--- What you will do ---
In the entries below, spot each line with the word "flag" and copy it.

Items listed in a dataset

+===+

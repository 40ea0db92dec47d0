package report

import (
	"flag"
	"fmt"
	"math"
	"os"
	"strings"
	"testing"

	"escapement/engine/field"
	"escapement/engine/plan"
	"escapement/engine/press"
	"escapement/engine/scene"
	"escapement/engine/tick"
	"escapement/engine/timeline"
	"escapement/presets"
)

var update = flag.Bool("update", false, "rewrite the goldens")

func preset(t *testing.T, name string) *timeline.Timeline {
	t.Helper()
	file, ok := presets.Read(name)
	if !ok {
		t.Fatalf("no preset %q", name)
	}
	p, err := plan.Decode(file)
	if err != nil {
		t.Fatal(err)
	}
	c, err := timeline.Of(p, field.New())
	if err != nil {
		t.Fatal(err)
	}
	return c
}

func sheet(t *testing.T, name string) scene.Paper {
	t.Helper()
	p, err := scene.ParsePaper(name)
	if err != nil {
		t.Fatal(err)
	}
	return p
}

// sound looks at what must hold of every page: its texts lie inside the margins and do
// not overlap, the caution stands on it, and it says which page it is.
func sound(t *testing.T, pages []*scene.Scene) {
	t.Helper()
	for n, s := range pages {
		var boxes []scene.Box
		var texts []string
		caution := ""
		for i := range s.Marks {
			m := &s.Marks[i]
			if m.Shape != scene.Text {
				continue
			}
			b := s.TextBox(m)
			if b.X0 < 5 || b.Y0 < 5 || b.X1 > s.Width-5 || b.Y1 > s.Height-5 {
				t.Errorf("page %d: %q stands at %.1f, %.1f to %.1f, %.1f mm, off the sheet", n+1, m.Text, b.X0, b.Y0, b.X1, b.Y1)
			}
			for k, o := range boxes {
				if over(b, o) {
					t.Errorf("page %d: %q overlaps %q at %.1f, %.1f mm", n+1, m.Text, texts[k], b.X0, b.Y0)
				}
			}
			boxes, texts = append(boxes, b), append(texts, m.Text)
			if m.Class == scene.Caution {
				caution += m.Text + " "
			}
		}
		if strings.TrimSpace(caution) != scene.CautionText {
			t.Errorf("page %d has the caution %q", n+1, caution)
		}
		if want := fmt.Sprintf("page %d of %d", n+1, len(pages)); texts[len(texts)-1] != want {
			t.Errorf("the last text of page %d is %q, want %q", n+1, texts[len(texts)-1], want)
		}
	}
}

// over tells whether boxes share more than the leading of two lines may.
func over(a, b scene.Box) bool {
	const hair = 0.05
	return min(a.X1, b.X1)-max(a.X0, b.X0) > hair && min(a.Y1, b.Y1)-max(a.Y0, b.Y0) > hair
}

func TestEveryPresetHasASoundReport(t *testing.T) {
	for i, e := range presets.List() {
		if testing.Short() && i%6 != 0 {
			continue
		}
		t.Run(e.Name, func(t *testing.T) {
			c := preset(t, e.Name)
			for _, o := range []Options{{Date: "2026-12-01", Version: "test"}, {Paper: sheet(t, "letter-landscape"), To: min(c.Log.Span, tick.Time(12*tick.Second))}} {
				pages, err := Build(c, o)
				if err != nil {
					t.Fatal(err)
				}
				sound(t, pages)
			}
		})
	}
}

func TestPapersAndForms(t *testing.T) {
	c := preset(t, "dual-upper-rate-wenckebach")
	for _, name := range []string{"a4", "a4-landscape", "letter", "letter-landscape", "a3-landscape", "160x220"} {
		for _, form := range []scene.Form12{{}, {Columns: 4, Rhythm: true}} {
			pages, err := Build(c, Options{Paper: sheet(t, name), Form: form, MMPerMV: 5})
			if err != nil {
				t.Errorf("%s %v: %v", name, form, err)
				continue
			}
			sound(t, pages)
		}
	}
}

// A strip of 14 s at 25 mm/s on paper of 190 mm between the margins: each line goes on
// where the last one ended, and an event stands at its time to a thousandth of a
// millimetre.
func TestTheStripIsAtScaleAndGoesOn(t *testing.T) {
	c := preset(t, "wenckebach-4-3")
	pages, err := Build(c, Options{To: c.Log.Span})
	if err != nil {
		t.Fatal(err)
	}
	var covered float64
	for _, s := range pages {
		var axes []float64 // left ends of the lines' time axes
		for i := range s.Marks {
			if m := &s.Marks[i]; m.Shape == scene.Line && m.Class == scene.AxisLine && m.Y == m.Y2 && math.Abs(m.X2-m.X-50) > 1e-9 {
				covered += m.X2 - m.X
				axes = append(axes, m.X)
			}
		}
		for _, x := range axes {
			if x != axes[0] {
				t.Errorf("lines begin at %v mm", axes)
			}
		}
	}
	if want := c.Log.Span.Seconds() * 25; math.Abs(covered-want) > 1e-6 {
		t.Errorf("the lines are %.3f mm together, want %.3f", covered, want)
	}
	first := pages[0].Axis
	seen := 0
	for i := range pages[0].Marks {
		m := &pages[0].Marks[i]
		if m.Shape != scene.Disc || m.Class != scene.Sinus || m.Event == 0 {
			continue
		}
		at := c.Log.At(m.Event).T
		if x := first.X0 + at.Seconds()*25; x < pages[0].Width-10 {
			seen++
			if math.Abs(m.X-x) > 1e-3 {
				t.Errorf("the discharge at %v ms stands at %.4f mm, want %.4f", at, m.X, x)
			}
		}
	}
	if seen < 5 {
		t.Errorf("saw %d discharges on the first line", seen)
	}
}

func TestALineIsFiftyMillimetresLong(t *testing.T) {
	pages, err := Build(preset(t, "normal"), Options{})
	if err != nil {
		t.Fatal(err)
	}
	for i := range pages[0].Marks {
		if m := &pages[0].Marks[i]; m.Shape == scene.Line && m.Class == scene.AxisLine && m.Y == m.Y2 && math.Abs(m.X2-m.X-50) < 1e-9 {
			return
		}
	}
	t.Error("no line of 50 mm")
}

func TestRefusals(t *testing.T) {
	c := preset(t, "dual-upper-rate-wenckebach")
	for _, r := range []struct {
		name, want string
		o          Options
	}{
		{"window beyond the strip", "does not lie in the strip of 14000 ms", Options{From: 20 * 1e6}},
		{"window backwards", "does not lie in the strip", Options{From: 2e6, To: 1e6}},
		{"lanes too high", "a page has", Options{MMPerMV: 100}},
		{"paper too small", "each side can be 120 to 2000 mm", Options{Paper: scene.Paper{Width: 50, Height: 50}}},
		{"margin too wide", "a margin of 31 mm", Options{Paper: scene.Paper{Width: 210, Height: 297, Margin: 31}}},
		{"too many lines", "at most 200 are printed", Options{MMPerS: 5000, To: 14e6}},
	} {
		if _, err := Build(c, r.o); err == nil || !strings.Contains(err.Error(), r.want) {
			t.Errorf("%s: got %v, want %q", r.name, err, r.want)
		}
	}
	if _, err := scene.ParsePaper("a5000"); err == nil || !strings.Contains(err.Error(), "a4, letter, a3") {
		t.Errorf("an unknown paper gives %v", err)
	}
}

func TestTwoStripsOnOnePage(t *testing.T) {
	cases := [2]*timeline.Timeline{preset(t, "dual-treadmill-two-to-one"), preset(t, "dual-one-to-one-to-140")}
	list := []scene.Difference{{Label: "PVARP", Before: "300", After: "230", Change: "-70", Unit: "ms"}, {Label: "mean ventricular rate", Before: "65", After: "130", Change: "+65", Unit: "/min"}}
	pages, err := Compare(cases, [2]string{"before", "after"}, list, Options{})
	if err != nil {
		t.Fatal(err)
	}
	sound(t, pages)
	count := 0
	for _, l := range pages[0].Lanes {
		if l.Name == "ladder" {
			count++
		}
	}
	if count != 2 {
		t.Errorf("the first page has %d ladders", count)
	}
	all := places(pages)
	for _, want := range []string{"before: ", "after: ", "PVARP, ms", "+65"} {
		if !strings.Contains(all, want) {
			t.Errorf("the pages lack %q", want)
		}
	}
}

// Left alone, a comparison finds its differences, under names that say what they
// belong to.
func TestDifferencesAreFound(t *testing.T) {
	pages, err := Compare([2]*timeline.Timeline{preset(t, "dual-treadmill-two-to-one"), preset(t, "dual-one-to-one-to-140")}, [2]string{"before", "after"}, nil, Options{})
	if err != nil {
		t.Fatal(err)
	}
	sound(t, pages)
	all := places(pages)
	for _, want := range []string{"upper tracking rate", "adaptive AV, to", "intervention 1, to", "Warnings", "QRS rate"} {
		if !strings.Contains(all, " "+want+"\n") {
			t.Errorf("the pages lack %q", want)
		}
	}
}

func TestPagesPrint(t *testing.T) {
	pages, err := Build(preset(t, "dual-upper-rate-wenckebach"), Options{})
	if err != nil {
		t.Fatal(err)
	}
	var a, b strings.Builder
	if err := press.Pages(&a, pages); err != nil {
		t.Fatal(err)
	}
	if err := press.Pages(&b, pages); err != nil {
		t.Fatal(err)
	}
	if a.String() != b.String() {
		t.Error("the same pages give two different files")
	}
	if got := strings.Count(a.String(), "/Type/Page/") + strings.Count(a.String(), "/Type/Page\n"); got != 0 && got != len(pages) {
		t.Errorf("the file has %d pages, want %d", got, len(pages))
	}
}

func places(pages []*scene.Scene) string {
	var b strings.Builder
	for n, s := range pages {
		fmt.Fprintf(&b, "page %d, %g by %g mm\n", n+1, s.Width, s.Height)
		for i := range s.Marks {
			if m := &s.Marks[i]; m.Shape == scene.Text {
				fmt.Fprintf(&b, "%6.1f %6.1f %-10s %s\n", m.X, m.Y, m.Class, m.Text)
			}
		}
	}
	return b.String()
}

// What stands where on the pages of one plan.
func TestGolden(t *testing.T) {
	const file = "testdata/dual-upper-rate-wenckebach.golden"
	pages, err := Build(preset(t, "dual-upper-rate-wenckebach"), Options{Date: "2026-12-01", Version: "1.0"})
	if err != nil {
		t.Fatal(err)
	}
	got := places(pages)
	if *update {
		if err := os.MkdirAll("testdata", 0o755); err != nil {
			t.Fatal(err)
		}
		if err := os.WriteFile(file, []byte(got), 0o644); err != nil {
			t.Fatal(err)
		}
	}
	want, err := os.ReadFile(file)
	if err != nil {
		t.Fatal(err)
	}
	if got != string(want) {
		t.Errorf("the pages changed; run with -update and look at the difference:\n%s", diff(string(want), got))
	}
}

// diff is the first line that differs.
func diff(want, got string) string {
	w, g := strings.Split(want, "\n"), strings.Split(got, "\n")
	for i := range w {
		if i >= len(g) || w[i] != g[i] {
			return fmt.Sprintf("line %d\n-%s\n+%s", i+1, w[i], strings.Join(g[min(i, len(g)):min(i+1, len(g))], ""))
		}
	}
	return "got more lines"
}

// Both strips stand on one page; what there is no room for is left out and named.
func TestBothStripsStandOnOnePage(t *testing.T) {
	lanes := strings.Fields("lead:I lead:II lead:V1 lead:V6 axis ladder device")
	pages, err := Compare([2]*timeline.Timeline{preset(t, "dual-treadmill-two-to-one"), preset(t, "dual-one-to-one-to-140")}, [2]string{"before", "after"}, nil, Options{Lanes: lanes})
	if err != nil {
		t.Fatal(err)
	}
	sound(t, pages)
	ladders := 0
	for _, l := range pages[0].Lanes {
		if l.Name == "ladder" {
			ladders++
		}
	}
	all := places(pages)
	if ladders != 2 || !strings.Contains(all, "Left out for want of room: ") || strings.Contains(all, "want of room: II") {
		t.Errorf("%d ladders on the first page:\n%s", ladders, all)
	}
}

+===+

--- Exercise response ---
	"flag"
var update = flag.Bool("update", false, "rewrite the goldens")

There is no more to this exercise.